The announcement from Attorney General Eric Schneiderman follows an in-depth New York Times investigation into Devumi, which it alleges has sold automated followers to politicians, celebrities and other public figures, often using the names, pictures and personal details of real people on those bot accounts.

If the accusations prove true, Schneiderman tweeted, Devumi may be found guilty of impersonation and deception. The violations alleged in the Times, he added, unfairly allow people with money to buy “apparent influence.”

Devumi, which the Times described as trafficking in “counterfeit coins in the booming economy of online influence,” advertises on its website that $10 will buy customers at least 500 Twitter followers in one to two days. For $49, it guarantees 10 times that number in two weeks or less. The firm also offers other forms of online social currency, such as retweets and video views. 

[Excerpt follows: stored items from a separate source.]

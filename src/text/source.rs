use crate::error::{Error, Result};

/// A text as lines of characters, made plain one for one, so that places stay.
pub(super) struct Source {
    /// Without comments.
    pub lines: Vec<Vec<char>>,
    /// The comment of each line, if it has one.
    pub comments: Vec<Option<String>>,
}

/// Stands for characters of no width.
const NOTHING: char = '\0';

impl Source {
    pub fn new(text: &str) -> Self {
        let mut lines = Vec::new();
        let mut comments = Vec::new();
        for line in text.split('\n') {
            let line = line.strip_suffix('\r').unwrap_or(line);
            for line in line.split('\r') {
                let mut characters = plain(line);
                comments.push(cut_comment(&mut characters));
                lines.push(characters);
            }
        }
        // A spreadsheet's line that names its delimiter.
        if let Some(first) = lines.first_mut() {
            let text: String = first.iter().filter(|&&c| c != NOTHING).collect();
            if text.trim().len() == 5 && text.trim().starts_with("sep=") {
                first.clear();
            }
        }
        Self { lines, comments }
    }

    /// Whether brackets hold the numbers.
    pub fn is_bracketed(&self) -> bool {
        self.lines.iter().flatten().any(|c| matches!(c, '[' | '{')) || self.is_in_parentheses()
    }

    /// Whether round brackets are all there is: tuples.
    pub fn is_in_parentheses(&self) -> bool {
        let mut all = self
            .lines
            .iter()
            .flatten()
            .filter(|c| !c.is_whitespace() && **c != NOTHING);
        all.next() == Some(&'(') && !self.lines.iter().flatten().any(|c| matches!(c, '[' | '{'))
    }

    /// Forms that would be read wrongly are refused, not guessed.
    pub fn refuse_unread_forms(&self) -> Result<()> {
        for (k, line) in self.lines.iter().enumerate() {
            let text: String = line.iter().filter(|&&c| c != NOTHING).collect();
            let trimmed = text.trim();
            let refuse = |code, message: &str| {
                Err(Error::new(code, message).at_text(k + 1, 1, line.len().max(1)))
            };
            let lower = trimmed.to_ascii_lowercase();
            if lower.starts_with("columns ") || lower.starts_with("column ") {
                return refuse(
                    "form-not-read",
                    "A matrix printed in blocks of columns is not read by this version; print it in full width.",
                );
            }
            if trimmed.ends_with('*') && trimmed.starts_with(|c: char| c.is_ascii_digit()) {
                return refuse(
                    "form-not-read",
                    "This line is a common factor, which this version does not apply; print the numbers in full.",
                );
            }
            if trimmed.contains("\\begin") || trimmed.contains('&') {
                return refuse(
                    "form-not-read",
                    "LaTeX is not read by this version; paste the numbers in rows.",
                );
            }
        }
        Ok(())
    }
}

fn plain(line: &str) -> Vec<char> {
    line.chars()
        .map(|c| match c {
            '\u{2212}' | '\u{fe63}' | '\u{ff0d}' | '\u{2013}' | '\u{2014}' | '\u{2012}' => '-',
            '\u{a0}' | '\u{2007}' | '\u{2009}' | '\u{202f}' | '\u{2002}' | '\u{2003}'
            | '\u{3000}' => ' ',
            '\u{feff}' | '\u{200b}'..='\u{200f}' | '\u{2060}' => NOTHING,
            other => other,
        })
        .collect()
}

/// Takes `# …`, `% …` and `// …` off the line.
fn cut_comment(line: &mut Vec<char>) -> Option<String> {
    let at = (0..line.len()).find(|&k| {
        matches!(line[k], '#' | '%') || (line[k] == '/' && line.get(k + 1) == Some(&'/'))
    })?;
    let comment: String = line[at..]
        .iter()
        .filter(|&&c| c != NOTHING)
        .collect::<String>()
        .trim_start_matches(['#', '%', '/'])
        .trim()
        .to_owned();
    line.truncate(at);
    Some(comment)
}

/// The visible characters of a piece of a line.
pub(super) fn visible(characters: &[char]) -> String {
    characters.iter().filter(|&&c| c != NOTHING).collect()
}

Customers run the gamut. The Times named China Xinhua News, the country’s state-run news agency; Michael Dell, the computer billionaire; Louise Linton, the wife of Treasury Secretary Steven Mnuchin; Lenín Moreno, president of Ecuador; and a slew of actors, athletes, reality stars and other public figures. 

Devumi did not immediately return a request for comment on Schneiderman’s investigation. 

Meanwhile, social media giants, Facebook and Twitter in particular, face immense scrutiny as they struggle to protect their users from the misinformation spreading on their platforms. While the federal government continues to probes Russia’s meddling in the 2016 election, Facebook admitted in September that an operation likely based in Russia had spent $100,000 on thousands of U.S. ads on its platform promoting divisive social and political messages in a two-year period leading up to May 2017.